= Shang-Ping Xie =

Chinese-born climatologist and oceanographer (born 1963)

Shang-Ping Xie is a Chinese-American climatologist and oceanographer who holds the Roger Revelle Chair at the Scripps Institution of Oceanography. Known best for his research on interaction between the world's oceans and atmosphere and on El Niño–Southern Oscillation, Xie is noted as a Highly Cited Researcher by Clarivate.

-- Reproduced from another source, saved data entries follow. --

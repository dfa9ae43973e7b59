"""Local polynomial fits for speed and acceleration from irregular samples.

A quadratic least-squares fit over the samples near a time (the local
polynomial smoother of Savitzky & Golay (1964), Anal. Chem. 36:1627, on an
irregular time grid): from distance samples the slope is the speed, from
speed samples the value is the speed. Used instead of differencing, which
multiplies the timing noise.
"""

from __future__ import annotations

from dataclasses import dataclass

from livecoach.estimate.linalg import SingularMatrixError, inverse_spd


@dataclass(frozen=True, slots=True)
class LocalFit:
    """y(t) ~ c0 + c1 (t - t0) + c2 (t - t0)^2 fitted near ``t0`` (s).

    ``inv``: (X^T X)^-1 of the fit (to turn a noise variance into coefficient
    variances); ``rss``: residual sum of squares; ``n``: samples used.
    """

    t0: float
    c0: float
    c1: float
    c2: float
    inv: tuple[tuple[float, ...], ...]
    rss: float
    n: int


def quadratic_fit(ts: list[float], ys: list[float], lo: int, hi: int, t0: float) -> LocalFit | None:
    """Least-squares quadratic through samples ``lo..hi-1`` around ``t0`` (s).

    Falls back to a straight line (c2 = 0) with 2 samples, or when the
    quadratic is singular; returns None with fewer than 2 samples.
    """
    n = hi - lo
    if n < 2:
        return None
    y_ref = ys[lo]
    s1 = s2 = s3 = s4 = 0.0
    q0 = q1 = q2 = 0.0
    for j in range(lo, hi):
        u = ts[j] - t0
        u2 = u * u
        y = ys[j] - y_ref
        s1 += u
        s2 += u2
        s3 += u2 * u
        s4 += u2 * u2
        q0 += y
        q1 += u * y
        q2 += u2 * y
    if n >= 4:
        try:
            inv = inverse_spd([[float(n), s1, s2], [s1, s2, s3], [s2, s3, s4]])
        except SingularMatrixError:
            inv = None
        if inv is not None:
            c0 = inv[0][0] * q0 + inv[0][1] * q1 + inv[0][2] * q2
            c1 = inv[1][0] * q0 + inv[1][1] * q1 + inv[1][2] * q2
            c2 = inv[2][0] * q0 + inv[2][1] * q1 + inv[2][2] * q2
            rss = 0.0
            for j in range(lo, hi):
                u = ts[j] - t0
                r = ys[j] - y_ref - (c0 + c1 * u + c2 * u * u)
                rss += r * r
            return LocalFit(t0, c0 + y_ref, c1, c2, tuple(tuple(r) for r in inv), rss, n)
    det = n * s2 - s1 * s1
    if not det > 1e-12:
        return None
    c0 = (s2 * q0 - s1 * q1) / det
    c1 = (n * q1 - s1 * q0) / det
    rss = 0.0
    for j in range(lo, hi):
        r = ys[j] - y_ref - (c0 + c1 * (ts[j] - t0))
        rss += r * r
    inv2 = ((s2 / det, -s1 / det, 0.0), (-s1 / det, n / det, 0.0), (0.0, 0.0, 0.0))
    return LocalFit(t0, c0 + y_ref, c1, 0.0, inv2, rss, n)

== Early life and education ==
Xie was born in Quzhou in 1963. He entered university after the Cultural Revolution had ended, and studied oceanography, though he had never seen the ocean before. His education includes:
- Bachelor of Science, Shandong College of Oceanography (1984)
- Study at Dalian College of Foreign Languages (1984–1985)
- Master of Science and Doctor of Science, Tohoku University (1988 and 1991)
He was a visiting scientist to Princeton University from 1991 to 1993, and a research associate for the University of Washington from 1993 to 1994.

== Career ==
Xie was employed at the University of Hawaiʻi as a professor of meteorology until he joined the Scripps Institution of Oceanography at the University of California, San Diego, in 2012 as the inaugural Roger Revelle Chair, (Note: In full: Roger Revelle Chair in Environmental Science) a title named for researcher Roger Revelle, established with an endowment from the Revelle family. While at Hawaiʻi, he was faculty in the International Pacific Research Center of the School of Ocean and Earth Science and Technology.

In April 2016, as a Scripps professor, Xie returned to the University of Washington as an endowed lecturer—he gave a lecture on El Niño in the Graduate Students' Distinguished Visiting Lecture series.

== Research ==
In 2013, a study co-authored by Xie and published in Nature suggested that the slowdown in global warming was tied to cooling in parts of the Pacific Ocean. Further research into the slowdown was published in 2015, in the journal Nature Climate Change. Xie has also published research on modeling the role of human activity to global warming; a 2015 co-authored paper in Nature Geoscience modeled the evolution of global temperature, creating a new method of tracking anthropogenic global warming. The modelling was reported on again in 2016, when Xie and others modelled human activities' impact on warming. Other papers on climate change have included collaboration with authors affiliated with Duke University and University of Wisconsin–Madison. In 2019, Xie published research with scientists from the Lawrence Berkeley National Laboratory, where they modelled Hadley cells to predict changes in the monsoon season of parts of Asia. In a 2022 article published by the World Economic Forum and The Conversation and co-authored by Xie, the authors claim that tropical cyclones have been increasing in intensity over time.

In 2016, Xie was the organizer of a special issue of Advances in Atmospheric Sciences. (Note: Volume 33, Issue 4 "Unified Perspective of Climate Variability and Change")

Xie has been included as a Highly Cited Researcher by Clarivate in the field of geosciences.

== Awards ==
- Sverdrup Gold Medal, conferred by the American Meteorological Society (2017) (Note: He was also named a fellow of the society.)